L’opium en Occident une panacée
Grâce aux commerçants et explorateurs vénitiens, les savoirs conservés par la médecine arabe trouvent aussi un canal de diffusion en Europe. Le commerce de l’opium y est fermement établi dès le XIe siècle et intéresse autant les apothicaires et les droguistes que les alchimistes et les sorcières. À la frontière de la magie et de la médication, l’opium compte parmi les dizaines de substances naturelles dont on fait les onguents, les potions et autres élixirs, au même titre que d’autres plantes psychoactives, tels la jusquiame, la belladone, la mandragore ou l’ergot de seigle.

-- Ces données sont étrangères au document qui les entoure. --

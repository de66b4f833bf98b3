package geotiff

// Adler-32 (RFC 1950, section 8.2), the checksum of a zlib stream, which
// every DEFLATE tile of a GeoTIFF carries: s1 is 1 plus the sum of the
// bytes, s2 the sum of the s1 after each byte, both modulo 65521, and the
// checksum is s2 << 16 | s1. Over 32-byte blocks the sums are the byte sum
// and, for s2, 32 times s1 before the block plus the bytes weighted 32, 31,
// ..., 1: adlerBlocks gives those for many blocks at once (AVX2 on amd64),
// and the checksum is tested against hash/adler32.

const adlerMod = 65521

// adlerMaxBlocks bounds the 32-byte blocks of one adlerBlocks call, so
// that its 32-bit vector lanes cannot overflow (see adler32_amd64.s).
const adlerMaxBlocks = 2048

// adler32Checksum is the Adler-32 of p.
func adler32Checksum(p []byte) uint32 {
	s1, s2 := uint64(1), uint64(0)
	for len(p) >= 32 {
		n := min(len(p)>>5, adlerMaxBlocks)
		bytes, prefix, weighted := adlerBlocks(p[:n<<5])
		s2 = (s2 + 32*uint64(n)*s1 + 32*prefix + weighted) % adlerMod
		s1 = (s1 + bytes) % adlerMod
		p = p[n<<5:]
	}
	for _, b := range p {
		s1 += uint64(b)
		s2 += s1
	}
	return uint32(s2%adlerMod)<<16 | uint32(s1%adlerMod)
}

// adlerBlocksGo is adlerBlocks in Go: for the 32-byte blocks of p, the sum
// of all bytes, the sum over blocks of the byte sum of the blocks before
// it, and the sum of the bytes weighted 32 - (their place in the block).
func adlerBlocksGo(p []byte) (bytes, prefix, weighted uint64) {
	for b := 0; b+32 <= len(p); b += 32 {
		prefix += bytes
		for i, c := range p[b : b+32] {
			bytes += uint64(c)
			weighted += uint64(32-i) * uint64(c)
		}
	}
	return bytes, prefix, weighted
}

Dans l’Occident chrétien, il faut attendre la Renaissance pour que les propriétés de l’opium fassent l’objet d’une attention spécifique. Le mérite en revient principalement au médecin suisse Paracelse (1493-1541), qui ne peut concevoir de thérapeutique sans le spécifié anodyn, ou teinture d’opium, qu’il a mis au point. À sa suite, ses confrères allemands, hollandais et anglais s’enthousiasment pour les vertus curatives de ce médicament miracle qui devient le produit phare de la pharmacopée. Vers 1660, le médecin anglais Thomas Sydenham élabore le laudanum, en diluant l’opium dans du vin de Málaga et en lui ajoutant de nombreuses épices. Prescrit à des personnalités comme Oliver Cromwell ou Charles II, le remède connaît un succès durable, qui participe de l’expansion conquérante des disciplines médicales. L’opium tant vanté reste pourtant un produit rare et cher, réservé aux élites ou utilisé avec la plus grande parcimonie. Il faut attendre le XVIIIe siècle pour que les poudres du médecin anglais Dover lui assurent un début de démocratisation, puis le XIXe pour qu’il revête le statut de remède à tout faire, sous forme de grains ou de teinture. Il commence alors à être concurrencé par un autre produit parvenu beaucoup plus tardivement en Occident : la coca.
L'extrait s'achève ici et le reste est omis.